Using the quadratic formula, with a = 1, b = 2sin(x), and c = -1, we get:
t = (-2sin(x) ± √(4sin^2(x) + 4))/2
t = -sin(x) ± √(sin^2(x) + 1)
Step 5: Solve for sin(x) using the identity cos^2(x) = 1 - sin^2(x)
cos^2(x) = 1 - sin^2(x)
1 - t^2 = 1 - sin^2(x)
sin^2(x) = t^2
Taking the square root of both sides yields:
sin(x) = ± |t|
Step 6: Solve for x.
Since we know that 0° ≤ x < 360°, we'll need to find the possible values of x that satisfy the equation.
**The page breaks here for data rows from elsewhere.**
/* Short pieces of ruled lines, each located below a pixel by a least-squares fit of a Gaussian groove on a sloping background.
 * Not for finding the lines: a comb says where to look. */
#pragma once

#include <glib.h>

#include "calib/line_family.h"

typedef struct {
    int index;                  /* of its line on the comb */
    double along_px, across_px; /* in the plane */
    double sigma_px;            /* from the noise in this piece */
} RfLinePiece;

/* RfLinePiece by index, then along; lines that show in too few places to be lines are left out. width_px: full width at half
 * depth. (returns new) */
GArray *rf_line_pieces_locate(const RfLinePlane *plane, const RfLineComb *comb, double *width_px);
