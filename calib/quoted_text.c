#include "calib/quoted_text.h"

#include <glib.h>

enum { MOST_CHARACTERS = 60 };

char *rf_quoted_text(const char *seen)
{
    g_autofree char *valid = g_utf8_make_valid(seen, -1);
    GString *shown = g_string_new(NULL);
    const char *at = valid;
    for (int i = 0; *at != '\0' && i < MOST_CHARACTERS; i++, at = g_utf8_next_char(at)) {
        gunichar character = g_utf8_get_char(at);
        g_string_append_unichar(shown, g_unichar_iscntrl(character) ? '?' : character);
    }
    if (*at != '\0') g_string_append(shown, "...");
    return g_string_free(shown, FALSE);
}
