/* A measured quantity as people write it, in the concise notation of the GUM (JCGM 100:2008, 7.2.2): `6.000(10) mm`
 * is 6.000 mm with a standard uncertainty of 0.010 mm. Turned into SI and back into text for people.
 * Not for tables of plain numbers: table.h reads those.
 *
 * Units are UDUNITS-2's. Its unit system is loaded once per process, at the first call, and every use of it is behind
 * one lock, because its parser isn't thread-safe: every function here is safe from any thread. */
#pragma once

#include <glib.h>
#include <stdbool.h>

#include "calib/units.h"

typedef enum {
    RF_QUANTITY_ERROR_NUMBER,    /* not a number in this notation, or not finite */
    RF_QUANTITY_ERROR_UNIT,      /* missing, unknown, or not proportional (logarithmic, a date) */
    RF_QUANTITY_ERROR_DIMENSION, /* a unit, but of something else */
} RfQuantityError;

#define RF_QUANTITY_ERROR (rf_quantity_error_quark())
GQuark rf_quantity_error_quark(void);

/* Digits in parentheses count in units of the last digit shown, `1.602(98)e-19`; with a point of their own, `652.60(6.42)`,
 * they carry the unit of the value. Without parentheses sigma is 0: exact. Decimal points only; U+2212 serves as minus.
 *   si_unit   unit of the answer, "m", "K", "kg m-3", "1" ...; a value of dimension "1" may go without a unit
 * Value and offset are converted (degC -> K adds 273.15), sigma by the scale alone. On failure `out` is untouched and
 * the text says what was seen and what would do. */
bool rf_quantity_parse(const char *text, const char *si_unit, RfValue *out, GError **error);

/* The same for a plain number without any unit. */
bool rf_quantity_parse_number(const char *text, RfValue *out, GError **error);

/* How to turn numbers in `unit` into `si_unit`: si = offset + scale * number. */
bool rf_quantity_conversion(const char *unit, const char *si_unit, double *scale, double *offset,
                            GError **error);

/* "6.000(10) mm": sigma with two digits, the value cut to match, exponent form when that is shorter; sigma 0 gives the
 * shortest number that reads back the same. `unit` may be NULL or "". (returns new) */
char *rf_quantity_format(RfValue value, const char *unit);
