/* Temperature of an NTC thermistor from its resistance. Not for its self-heating or its leads.
 *   Steinhart-Hart   1/T = A + B ln R + C (ln R)^3, R in ohm      (Steinhart and Hart, Deep-Sea Research 15 (1968) 497)
 *   four terms       1/T = a + b l + c l^2 + d l^3, l = ln(R/R25)  (makers' form, fits -40..125 degC)
 *   table            1/T against ln R, monotone cubic between the points (Steffen 1990); never beyond its ends
 * Pure; safe from any thread. */
#pragma once

#include <glib.h>
#include <stdbool.h>
#include <stddef.h>

#include "calib/units.h"

typedef enum {
    RF_THERMISTOR_STEINHART_HART,
    RF_THERMISTOR_FOUR_TERM,
    RF_THERMISTOR_TABLE,
} RfThermistorLaw;

typedef struct {
    RfThermistorLaw law;
    double coefficient_per_kelvin[4]; /* A, B, C or a, b, c, d */
    double reference_ohm;             /* R25 of the four-term form, > 0 */
    double u_law_kelvin;              /* how far the law itself may be off, one standard uncertainty, >= 0 */
    size_t n;                         /* of the table, >= 2; the one form that needs these */
    const double *resistance_ohm;     /* (borrowed) > 0, any order, no two alike */
    const double *temperature_kelvin; /* (borrowed) > 0, falling as the resistance rises */
} RfThermistor;

#define RF_THERMISTOR_ERROR (rf_thermistor_error_quark())
GQuark rf_thermistor_error_quark(void);

typedef enum {
    RF_THERMISTOR_ERROR_RANGE, /* resistance outside what the law can tell: below 100 K, above 600 K, beyond the table */
    RF_THERMISTOR_ERROR_TABLE, /* too short, or not falling */
} RfThermistorError;

/* Sigma: the resistance's through the slope, and the law's own, added in squares. */
bool rf_thermistor_kelvin(const RfThermistor *thermistor, RfValue resistance_ohm, RfValue *kelvin,
                          GError **error);
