/* Stored pixels per metre, from a picture of a ruled reticle: every line is located below a pixel in many short pieces, and
 * one weighted least-squares fit gives period, phase, angle and, with lines enough, the lens's radial distortion.
 * Not for making that picture: the caller hands over a still or the recording's own fixed background.
 *
 * Model, in square pixels about the picture's centre: a seen point p undistorts to u = p (1 + k1 |p|^2/h^2), h half the
 * picture's diagonal (division-free one-term form of Brown's radial polynomial, D. C. Brown, Close-range camera calibration,
 * Photogrammetric Engineering 37 (1971) 855); line i lies at u . n = b + i P. */
#pragma once

#include <glib.h>
#include <stdbool.h>
#include <stddef.h>

#include "calib/units.h"

typedef enum {
    RF_PIXEL_U8,
    RF_PIXEL_U16,   /* native byte order */
    RF_PIXEL_FLOAT, /* any range, finite */
} RfPixelKind;

typedef struct {
    const void *pixels;     /* (borrowed) row 0, left to right */
    ptrdiff_t stride_bytes; /* from one row to the next; may be negative */
    int width, height;      /* stored pixels; at least 32 each */
    RfPixelKind kind;
} RfPicture;

typedef enum {
    RF_RETICLE_GRID,
    RF_RETICLE_HORIZONTAL, /* lines within 15 degrees of the picture's x */
    RF_RETICLE_VERTICAL,   /* lines within 15 degrees of the picture's y */
} RfReticleLines;

typedef struct {
    RfReticleLines lines;
    RfValue spacing_m;   /* between neighbouring lines, > 0 */
    double pixel_aspect; /* width of a stored pixel over its height, > 0 */
    RfValue
        plane_ratio; /* unitless, > 0: scale in the droplets' plane over scale in the reticle's plane; {1, 0} if the same */
} RfLengthScaleOptions;

typedef struct {
    bool is_horizontal; /* which family */
    int index;          /* whole spacings from the family's first line; missing lines keep their number */
    RfPixel from, to;   /* ends of the part seen, stored pixels */
    double residual_px; /* mean distance from where the fit puts it, square pixels */
    unsigned pieces;    /* short pieces that located it */
} RfReticleLine;

typedef struct {
    RfValue px_per_m_x,
        px_per_m_y; /* stored pixels per metre in the droplets' plane, along stored x and y, at the picture's
                                     * centre; sigma of everything. Spacing and plane ratio are common to both */
    RfValue px_per_spacing_x, px_per_spacing_y; /* the picture's part alone: stored pixels per line spacing */
    RfValue rotation_rad; /* from picture x to the horizontal lines, towards +y, in square pixels */
    RfValue
        squareness; /* scale y over scale x in square pixels: 1 unless pixel_aspect is wrong; {1, 0} without a grid */
    RfValue k1;   /* unitless; see above. sigma 0: too few lines to tell */
    bool uses_k1; /* k1 is more than 3 sigma from 0, and the scale was fitted together with it */
    unsigned lines_found;
    double residual_px;   /* rms of the pieces kept, square pixels */
    double line_width_px; /* full width at half depth, across the line, square pixels */
    bool is_dark;         /* lines darker than what is between them */
    GArray *lines;        /* RfReticleLine: horizontal family first, each in order of index */
} RfLengthScale;

typedef enum {
    RF_LENGTH_SCALE_ERROR_PICTURE,   /* too small, or not finite */
    RF_LENGTH_SCALE_ERROR_NO_LINES,  /* nothing in it looks like a ruled line */
    RF_LENGTH_SCALE_ERROR_FEW_LINES, /* lines, but no two whose distance could be the spacing */
} RfLengthScaleError;

#define RF_LENGTH_SCALE_ERROR (rf_length_scale_error_quark())
GQuark rf_length_scale_error_quark(void);

/* (returns new), or NULL with the reason. Pure; safe from any thread; the same picture gives the same bits. */
RfLengthScale *rf_length_scale_measure(const RfPicture *picture, const RfLengthScaleOptions *options,
                                       GError **error);
void rf_length_scale_free(RfLengthScale *scale);
G_DEFINE_AUTOPTR_CLEANUP_FUNC(RfLengthScale, rf_length_scale_free)
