#include "calib/thermistor.h"

#include <gsl/gsl_errno.h>
#include <gsl/gsl_interp.h>
#include <math.h>
#include <stdlib.h>

GQuark rf_thermistor_error_quark(void)
{
    return g_quark_from_static_string("rf-thermistor-error-quark");
}

typedef struct {
    double log_ohm, per_kelvin;
} Point;

/* 1/T and its slope in ln R. */
typedef struct {
    double per_kelvin, slope;
} Inverse;

static Inverse power_series(const double c[4], double l)
{
    return (Inverse){c[0] + l * (c[1] + l * (c[2] + l * c[3])), c[1] + l * (2.0 * c[2] + l * 3.0 * c[3])};
}

static int by_resistance(const void *a, const void *b)
{
    double x = ((const Point *)a)->log_ohm, y = ((const Point *)b)->log_ohm;
    return (x > y) - (x < y);
}

static bool sort_table(const RfThermistor *t, Point *points, GError **error)
{
    for (size_t i = 0; i < t->n; i++) {
        if (!(t->resistance_ohm[i] > 0.0) || !(t->temperature_kelvin[i] > 0.0)) {
            g_set_error(error, RF_THERMISTOR_ERROR, RF_THERMISTOR_ERROR_TABLE,
                        "thermistor table: seen %g ohm at %g K; both need to be above zero",
                        t->resistance_ohm[i], t->temperature_kelvin[i]);
            return false;
        }
        points[i] = (Point){log(t->resistance_ohm[i]), 1.0 / t->temperature_kelvin[i]};
    }
    qsort(points, t->n, sizeof *points, by_resistance);
    for (size_t i = 1; i < t->n; i++)
        if (!(points[i].log_ohm > points[i - 1].log_ohm) ||
            !(points[i].per_kelvin > points[i - 1].per_kelvin)) {
            g_set_error(error, RF_THERMISTOR_ERROR, RF_THERMISTOR_ERROR_TABLE,
                        "thermistor table: the temperature doesn't fall from %.6g ohm to %.6g ohm; it has to "
                        "for an NTC",
                        exp(points[i - 1].log_ohm), exp(points[i].log_ohm));
            return false;
        }
    return true;
}

static bool interpolate(const Point *points, size_t n, double l, Inverse *out)
{
    g_autofree double *x = g_new(double, n), *y = g_new(double, n);
    for (size_t i = 0; i < n; i++) {
        x[i] = points[i].log_ohm;
        y[i] = points[i].per_kelvin;
    }
    gsl_interp *curve = gsl_interp_alloc(n >= 3 ? gsl_interp_steffen : gsl_interp_linear, n);
    bool is_done = curve && gsl_interp_init(curve, x, y, n) == GSL_SUCCESS &&
                   gsl_interp_eval_e(curve, x, y, l, NULL, &out->per_kelvin) == GSL_SUCCESS &&
                   gsl_interp_eval_deriv_e(curve, x, y, l, NULL, &out->slope) == GSL_SUCCESS;
    gsl_interp_free(curve);
    return is_done;
}

static bool look_up(const RfThermistor *t, double resistance_ohm, Inverse *out, GError **error)
{
    if (t->n < 2) {
        g_set_error(error, RF_THERMISTOR_ERROR, RF_THERMISTOR_ERROR_TABLE,
                    "thermistor table: seen %zu rows; at least 2 are needed", t->n);
        return false;
    }
    g_autofree Point *points = g_new(Point, t->n);
    if (!sort_table(t, points, error)) return false;
    if (!interpolate(points, t->n, log(resistance_ohm), out)) {
        g_set_error(error, RF_THERMISTOR_ERROR, RF_THERMISTOR_ERROR_RANGE,
                    "%g ohm lies beyond the thermistor's table, which runs from %.6g ohm to %.6g ohm",
                    resistance_ohm, exp(points[0].log_ohm), exp(points[t->n - 1].log_ohm));
        return false;
    }
    return true;
}

static bool inverse_temperature(const RfThermistor *t, double resistance_ohm, Inverse *out, GError **error)
{
    const double *c = t->coefficient_per_kelvin;
    switch (t->law) {
    case RF_THERMISTOR_STEINHART_HART:
        *out = power_series((double[4]){c[0], c[1], 0.0, c[2]}, log(resistance_ohm));
        return true;
    case RF_THERMISTOR_FOUR_TERM:
        *out = power_series(c, log(resistance_ohm / t->reference_ohm));
        return true;
    case RF_THERMISTOR_TABLE:
        return look_up(t, resistance_ohm, out, error);
    }
    return false;
}

bool rf_thermistor_kelvin(const RfThermistor *t, RfValue resistance_ohm, RfValue *kelvin, GError **error)
{
    Inverse inverse;
    if (!(resistance_ohm.value > 0.0) || !isfinite(resistance_ohm.value)) {
        g_set_error(error, RF_THERMISTOR_ERROR, RF_THERMISTOR_ERROR_RANGE,
                    "seen a resistance of %g ohm; it needs to be above zero", resistance_ohm.value);
        return false;
    }
    if (!inverse_temperature(t, resistance_ohm.value, &inverse, error)) return false;
    double found_kelvin = 1.0 / inverse.per_kelvin;
    if (!(found_kelvin > 100.0 && found_kelvin < 600.0)) {
        g_set_error(error, RF_THERMISTOR_ERROR, RF_THERMISTOR_ERROR_RANGE,
                    "%g ohm and these coefficients give %.4g K; 100 K to 600 K is what a thermistor can tell",
                    resistance_ohm.value, found_kelvin);
        return false;
    }
    /* dT = -T^2 d(1/T), d ln R = dR/R */
    double u_kelvin =
        found_kelvin * found_kelvin * fabs(inverse.slope) * resistance_ohm.sigma / resistance_ohm.value;
    *kelvin = (RfValue){found_kelvin, hypot(u_kelvin, t->u_law_kelvin)};
    return true;
}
From Step 5, we know that sin(x) = ± |t|.
Since -1 ≤ t ≤ 1, sin(x) can only be between -1 and 1.
So, we have two possibilities:
1) If sin(x) = t:
sin(x) = t
sin(x) = ± t
2) If sin(x) = -t:
sin(x) = -t
x = arcsin(-t)
Now, let's substitute t back in terms of cos(x).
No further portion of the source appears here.